*Assigned task*: Only these lines of the data below are wanted: the one with "has gone. */", the one with "site's own. */", and any lines between them, each repeated exactly.

+++ Record extracts +++

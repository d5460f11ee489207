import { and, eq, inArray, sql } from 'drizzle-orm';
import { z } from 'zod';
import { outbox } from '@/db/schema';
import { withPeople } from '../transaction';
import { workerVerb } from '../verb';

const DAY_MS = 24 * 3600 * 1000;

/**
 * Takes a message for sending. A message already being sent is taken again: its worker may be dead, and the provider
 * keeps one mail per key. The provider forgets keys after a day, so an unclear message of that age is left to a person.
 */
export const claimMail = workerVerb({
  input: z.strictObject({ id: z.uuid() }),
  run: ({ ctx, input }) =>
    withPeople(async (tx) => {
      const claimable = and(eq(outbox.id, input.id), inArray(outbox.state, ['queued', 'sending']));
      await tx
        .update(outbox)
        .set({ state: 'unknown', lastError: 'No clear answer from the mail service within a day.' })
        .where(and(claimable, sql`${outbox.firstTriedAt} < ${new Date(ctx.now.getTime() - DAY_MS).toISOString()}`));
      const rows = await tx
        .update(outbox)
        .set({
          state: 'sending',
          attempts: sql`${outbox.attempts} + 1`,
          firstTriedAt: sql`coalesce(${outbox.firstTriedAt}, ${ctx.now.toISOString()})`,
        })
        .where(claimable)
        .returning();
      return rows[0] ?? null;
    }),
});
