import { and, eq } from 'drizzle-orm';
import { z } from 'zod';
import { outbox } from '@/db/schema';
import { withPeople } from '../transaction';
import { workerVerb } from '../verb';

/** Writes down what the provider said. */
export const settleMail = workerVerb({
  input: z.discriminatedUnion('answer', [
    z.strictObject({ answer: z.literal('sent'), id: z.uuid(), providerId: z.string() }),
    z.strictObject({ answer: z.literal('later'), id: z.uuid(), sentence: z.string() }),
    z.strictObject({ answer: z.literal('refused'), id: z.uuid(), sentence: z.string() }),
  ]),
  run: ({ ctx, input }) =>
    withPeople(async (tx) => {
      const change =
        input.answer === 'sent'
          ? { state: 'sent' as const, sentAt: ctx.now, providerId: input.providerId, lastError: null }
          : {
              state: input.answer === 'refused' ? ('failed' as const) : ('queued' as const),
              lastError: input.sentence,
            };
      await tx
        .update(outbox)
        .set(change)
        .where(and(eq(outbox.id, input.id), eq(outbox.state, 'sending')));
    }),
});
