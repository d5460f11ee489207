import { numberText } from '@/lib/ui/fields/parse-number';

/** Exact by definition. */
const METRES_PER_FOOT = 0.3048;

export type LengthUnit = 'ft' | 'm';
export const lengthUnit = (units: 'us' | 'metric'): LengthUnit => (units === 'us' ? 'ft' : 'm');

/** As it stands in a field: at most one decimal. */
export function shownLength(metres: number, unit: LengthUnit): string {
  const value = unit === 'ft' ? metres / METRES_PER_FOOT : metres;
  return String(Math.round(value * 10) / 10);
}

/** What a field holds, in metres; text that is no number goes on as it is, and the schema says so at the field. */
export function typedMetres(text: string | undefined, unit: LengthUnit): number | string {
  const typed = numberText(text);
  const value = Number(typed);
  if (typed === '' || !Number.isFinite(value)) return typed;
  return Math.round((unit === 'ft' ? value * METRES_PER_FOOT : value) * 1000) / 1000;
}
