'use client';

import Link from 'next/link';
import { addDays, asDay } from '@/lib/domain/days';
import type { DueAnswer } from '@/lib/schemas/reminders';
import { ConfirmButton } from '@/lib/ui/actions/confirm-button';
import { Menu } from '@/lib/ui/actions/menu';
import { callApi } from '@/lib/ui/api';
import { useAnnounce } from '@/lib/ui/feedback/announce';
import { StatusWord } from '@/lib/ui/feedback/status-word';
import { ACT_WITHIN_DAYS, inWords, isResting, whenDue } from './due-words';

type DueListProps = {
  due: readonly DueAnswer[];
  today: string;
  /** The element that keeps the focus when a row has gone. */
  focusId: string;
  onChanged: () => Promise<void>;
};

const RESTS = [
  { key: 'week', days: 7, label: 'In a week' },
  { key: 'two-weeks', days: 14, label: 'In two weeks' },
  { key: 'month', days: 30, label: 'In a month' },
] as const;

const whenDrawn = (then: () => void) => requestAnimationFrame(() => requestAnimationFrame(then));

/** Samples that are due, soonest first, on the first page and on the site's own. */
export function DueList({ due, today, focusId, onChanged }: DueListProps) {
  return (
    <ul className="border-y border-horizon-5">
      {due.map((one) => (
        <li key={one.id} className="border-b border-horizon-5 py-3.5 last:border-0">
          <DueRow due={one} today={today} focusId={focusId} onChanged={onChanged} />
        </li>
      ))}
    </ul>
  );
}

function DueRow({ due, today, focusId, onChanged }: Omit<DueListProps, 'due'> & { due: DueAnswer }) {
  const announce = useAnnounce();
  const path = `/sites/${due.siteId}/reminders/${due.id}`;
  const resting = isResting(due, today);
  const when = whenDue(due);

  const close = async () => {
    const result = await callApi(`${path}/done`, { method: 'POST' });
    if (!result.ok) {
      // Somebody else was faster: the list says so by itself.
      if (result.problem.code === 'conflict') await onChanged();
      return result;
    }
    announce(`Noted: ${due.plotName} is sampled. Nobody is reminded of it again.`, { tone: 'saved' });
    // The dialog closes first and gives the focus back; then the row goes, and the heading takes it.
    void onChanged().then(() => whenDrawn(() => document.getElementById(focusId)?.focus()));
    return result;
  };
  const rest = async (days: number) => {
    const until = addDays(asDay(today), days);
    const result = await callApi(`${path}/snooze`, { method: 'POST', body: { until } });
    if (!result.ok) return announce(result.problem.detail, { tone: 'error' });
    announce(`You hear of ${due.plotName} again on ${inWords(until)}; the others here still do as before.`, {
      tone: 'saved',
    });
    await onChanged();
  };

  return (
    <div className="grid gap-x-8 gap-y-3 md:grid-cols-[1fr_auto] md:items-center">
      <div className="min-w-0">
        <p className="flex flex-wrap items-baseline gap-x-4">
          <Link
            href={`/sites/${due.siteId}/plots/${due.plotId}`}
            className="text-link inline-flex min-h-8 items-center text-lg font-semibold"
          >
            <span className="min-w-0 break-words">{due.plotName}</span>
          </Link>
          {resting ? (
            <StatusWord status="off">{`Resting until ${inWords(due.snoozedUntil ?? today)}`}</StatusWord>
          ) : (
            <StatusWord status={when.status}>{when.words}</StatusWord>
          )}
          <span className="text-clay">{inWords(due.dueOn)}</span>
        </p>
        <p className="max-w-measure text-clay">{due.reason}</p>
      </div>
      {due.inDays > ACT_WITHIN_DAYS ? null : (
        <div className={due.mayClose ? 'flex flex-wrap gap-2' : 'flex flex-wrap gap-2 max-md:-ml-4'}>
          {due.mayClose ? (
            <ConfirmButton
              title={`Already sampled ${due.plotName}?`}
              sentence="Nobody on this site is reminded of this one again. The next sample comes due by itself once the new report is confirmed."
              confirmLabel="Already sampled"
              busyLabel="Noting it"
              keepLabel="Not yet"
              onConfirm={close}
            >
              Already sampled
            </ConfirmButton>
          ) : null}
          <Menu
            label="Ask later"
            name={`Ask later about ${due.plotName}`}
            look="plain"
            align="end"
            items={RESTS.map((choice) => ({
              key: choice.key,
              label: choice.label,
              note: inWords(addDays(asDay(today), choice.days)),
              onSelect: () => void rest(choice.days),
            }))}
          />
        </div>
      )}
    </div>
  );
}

+++

*Answer to the problem*:
  /** The element that keeps the focus when a row has gone. */
  focusId: string;
  onChanged: () => Promise<void>;
};

const RESTS = [
  { key: 'week', days: 7, label: 'In a week' },
  { key: 'two-weeks', days: 14, label: 'In two weeks' },
  { key: 'month', days: 30, label: 'In a month' },
] as const;

const whenDrawn = (then: () => void) => requestAnimationFrame(() => requestAnimationFrame(then));

/** Samples that are due, soonest first, on the first page and on the site's own. */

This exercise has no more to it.